Alberto Corsin Jimenez (Consejo Superior de Investigaciones Cientificas, Madrid)
The Baroque Enhancement

In a letter to Walter Benjamin in which he responds to material from the Passagen-Werk, Theodor Adorno once observed: ‘every single sentence here is and must be laden with political dynamite; but the further down such dynamite is buried, the greater its explosive force when detonated.’ The comment echoes an earlier remark by Benjamin himself when he described a plan for writing a ‘journal of current affairs that would seek to understand the epoch through ‘vertical penetration’ and ‘a rationality driven to the limits of the possible’.’ These are both baroque images: images of profundity, depth, interiority and the vertical effects of allegory.
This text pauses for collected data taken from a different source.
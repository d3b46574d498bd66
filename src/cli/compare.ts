// `gatesmith compare SPEC PULSE... [--composites LIST]`: the summary figures of several
// pulses on one grid and one target, one row per pulse, best first by a chosen figure.
import { ArgumentError } from '../core/errors.ts';
import type { CompositeName } from '../core/composites.ts';
import type { RobustnessSummary, SortFigure } from '../core/robustness.ts';
import type { Problem, Pulse, Target } from '../core/types.ts';
import { flagValue, optionsHelp, usageLine, type ArgSpec } from './args.ts';
import { REGION_FLAGS, formatGrid, formatWidth, percent, pulseName, regionOf, thresholdOf } from './analysis-flags.ts';
import { defineCommand } from './command.ts';
import type { CliIO, Command } from './command.ts';
import { loadPulse, loadSpec } from './files.ts';
import { formatFrequency, formatInfidelity, formatTarget, formatTime } from './format.ts';

// Kept in step with SORT_FIGURES in src/core/robustness.ts (checked by the tests); listed
// here so that --help needs no import of the core.
const SORTS = ['mean', 'worst', 'area', 'detuning-width', 'amplitude-width', 'duration', 'peak', 'pulse-area', 'energy'];

const ARGS: ArgSpec = {
  command: 'compare',
  positionals: ['SPEC', 'PULSE...'],
  flags: [
    { name: 'composites', value: 'LIST', help: "published sequences to add, e.g. bb1,sk1,corpse (built under the spec's rabiMax and dt)" },
    { name: 'sort', value: SORTS.join('|'), help: 'figure that orders the rows, best first (default mean)' },
    ...REGION_FLAGS,
    { name: 'json', help: 'print {target, region, threshold, sortBy, rows} as JSON instead of a table' },
  ],
};

const HELP = `Compare pulses on one grid and one target: a table of their summary figures, one row
per pulse, best first.

Usage: ${usageLine(ARGS)}

SPEC gives the target and the default region (its ensemble's range, 101 x 101 points).
Each PULSE is a pulse file; --composites adds published sequences built for the spec's
target rotation (its axis must lie in the xy-plane) at the spec's rabiMax and sample time
dt = duration / segments, each element rounded up to whole samples (see
"gatesmith composite --list"). A pulse whose metadata names its own ideal (Knill,
90-180-90) is compared with that ideal, and its row is marked.

Figures (see docs/analysis.md): mean and worst infidelity over the grid, the fraction of
the grid below the threshold, half-widths around zero error on each axis below the
threshold, duration, peak amplitude, pulse area (turns), energy (Hz^2 s).
Lower is better for infidelities, duration, peak, area and energy; higher for the
fraction below the threshold and the half-widths.

Example:
  gatesmith compare examples/transmon-x90.json x90.pulse.json --composites bb1,sk1,corpse

Options:
${optionsHelp(ARGS)}
`;

/** One compared pulse: where it came from and its figures. */
type Row = RobustnessSummary & { name: string; source: string };

/** The `compare` subcommand. */
export const compareCommand: Command = defineCommand({
  name: 'compare',
  summary: 'table of summary figures of several pulses and composites, best first',
  args: ARGS,
  help: HELP,
  positionals: 'any',
  async body(positionals, flags, io: CliIO): Promise<number> {
    const [specPath, ...pulsePaths] = positionals;
    if (specPath === undefined) throw new ArgumentError(`compare: missing SPEC; usage: ${usageLine(ARGS)}`);
    const sortBy = (flagValue(flags, 'sort') ?? 'mean') as SortFigure;
    if (!SORTS.includes(sortBy)) throw new ArgumentError(`--sort: "${sortBy}" is not allowed; one of ${SORTS.join(', ')}`);
    const composites = flagValue(flags, 'composites');
    const compositeList = composites === undefined ? [] : splitList(composites);
    if (pulsePaths.length === 0 && compositeList.length === 0) {
      throw new ArgumentError(`compare: give at least one PULSE file or --composites LIST; usage: ${usageLine(ARGS)}`);
    }
    const spec = loadSpec(specPath);
    const region = regionOf(flags, spec.problem);
    const threshold = thresholdOf(flags);
    const pulses: { name: string; source: string; pulse: Pulse }[] = pulsePaths.map((path) => {
      const pulse = loadPulse(path);
      return { name: pulseName(pulse, path), source: path, pulse };
    });

    // Loaded here so that --help and bad input never wait for the wasm core.
    const { buildComposite, compositeNames } = await import('../core/composites.ts');
    const { compareSummaries, summarise } = await import('../core/robustness.ts');
    const known = compositeNames.map((c) => c.name as string);
    for (const name of compositeList) {
      if (!known.includes(name)) throw new ArgumentError(`--composites: "${name}" is not a known sequence; one of ${known.join(', ')}`);
      const { angleDeg, axisDeg } = compositeRotation(spec.problem.target);
      let pulse: Pulse;
      try {
        pulse = buildComposite(name as CompositeName, { angleDeg, axisDeg, rabiMax: spec.problem.rabiMax, dt: spec.problem.dt });
      } catch (error) {
        throw new ArgumentError(`--composites ${name}: ${error instanceof Error ? error.message : String(error)}`);
      }
      pulses.push({ name, source: 'composite', pulse });
    }

    const rows: Row[] = pulses.map(({ name, source, pulse }) => ({
      name,
      source,
      ...summarise(spec.problem.target, pulse, region.detuning, region.amplitudeError, { threshold, line: spec.problem.line }).summary,
    }));
    const sorted = compareSummaries(rows, sortBy);
    if (flags.json) {
      const json = { target: spec.problem.target, ...region, threshold: sorted[0].threshold, sortBy, rows: sorted };
      io.stdout(JSON.stringify(json, null, 2) + '\n');
    } else io.stdout(compareTable(sorted, spec.problem, sortBy));
    return 0;
  },
});

/** The rotation the composites are built for: the spec's gate (axis in the xy-plane) or an inversion. */
export function compositeRotation(target: Target): { angleDeg: number; axisDeg: number } {
  if (target.kind === 'state') {
    // Which pole a Bloch vector points at (+1, -1), or 0 when it is off the z axis.
    const pole = (r: readonly number[]) => (Math.hypot(r[0], r[1]) <= 1e-9 * Math.abs(r[2]) ? Math.sign(r[2]) : 0);
    const from = pole(target.from);
    if (from !== 0 && pole(target.to) === -from) return { angleDeg: 180, axisDeg: 0 };
    throw new ArgumentError(`--composites: the spec's target (${formatTarget(target)}) is not a gate; composites are built for a gate about an axis in the xy-plane, or for the inversion between the poles`);
  }
  const [x, y, z] = target.axis;
  const norm = Math.hypot(x, y, z);
  if (Math.abs(z) > 1e-9 * norm) {
    throw new ArgumentError(`--composites: the spec's target axis ${JSON.stringify(target.axis)} is not in the xy-plane; composites rotate about (cos phi, sin phi, 0)`);
  }
  let angleDeg = (target.angleRad * 180) / Math.PI;
  let axisDeg = (Math.atan2(y, x) * 180) / Math.PI;
  // R_n(-t) = R_{-n}(t): the sequences take positive angles.
  if (angleDeg < 0) {
    angleDeg = -angleDeg;
    axisDeg += 180;
  }
  return { angleDeg, axisDeg: Number(axisDeg.toPrecision(12)) };
}

function splitList(text: string): string[] {
  const names = text.split(',').map((s) => s.trim().toLowerCase()).filter((s) => s !== '');
  if (names.length === 0) throw new ArgumentError(`--composites: "${text}" names no sequence; e.g. bb1,sk1,corpse`);
  return names;
}

function compareTable(rows: Row[], problem: Problem, sortBy: string): string {
  const header = ['#', 'pulse', 'mean', 'worst', 'below thr.', 'detuning hw', 'amplitude hw', 'duration', 'peak', 'area (turns)', 'energy (Hz^2 s)'];
  const notes: string[] = [];
  const cells = rows.map((r, k) => {
    let name = r.name;
    if (r.targetNote) {
      notes.push(`[${notes.length + 1}] ${r.targetNote}`);
      name += ` [${notes.length}]`;
    }
    return [
      String(k + 1),
      name,
      formatInfidelity(r.meanInfidelity),
      formatInfidelity(r.worstInfidelity),
      percent(r.areaFraction),
      formatWidth(r.detuningHalfWidth, r.detuningInterval.reachedLimit, 'detuning'),
      formatWidth(r.amplitudeHalfWidth, r.amplitudeInterval.reachedLimit, 'amplitudeError'),
      formatTime(r.durationS),
      formatFrequency(r.peakRabiHz),
      String(Number(r.pulseAreaTurns.toPrecision(4))),
      r.energyHz2S.toExponential(3).replace('e+', 'e'),
    ];
  });
  const widths = header.map((h, c) => Math.max(h.length, ...cells.map((row) => row[c].length)));
  const line = (row: string[]) => row.map((cell, c) => (c === 1 ? cell.padEnd(widths[c]) : cell.padStart(widths[c]))).join('  ');
  const first = rows[0];
  return [
    `target: ${formatTarget(problem.target)}`,
    `region: detuning ${formatGrid(first.detuning, 'detuning')}; amplitude error ${formatGrid(first.amplitudeError, 'amplitudeError')}`,
    `threshold ${formatInfidelity(first.threshold)}; sorted by ${sortBy}, best first; composites at rabiMax ${formatFrequency(problem.rabiMax)}, dt ${formatTime(problem.dt)}`,
    '',
    line(header),
    ...cells.map(line),
    ...(notes.length > 0 ? ['', ...notes] : []),
    '',
  ].join('\n');
}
They recall and relate to other baroque tropes: the labyrinth, the archive and the library, or the ruin. They echo too elements of the material culture of scholarship: book collecting, knowledge buried in footnotes, marginalia, layered writing and re-writing, thick description. A culture about the potency of still life – another baroque image. There is, I want to suggest, an intensive dimension to academic engagement. Unlike horizontal or communicative styles of engagement with publics, academics carry forward in their relations to others the effects of such vertical and interior labours. Before and after the relation, then, there is a baroque enhancement.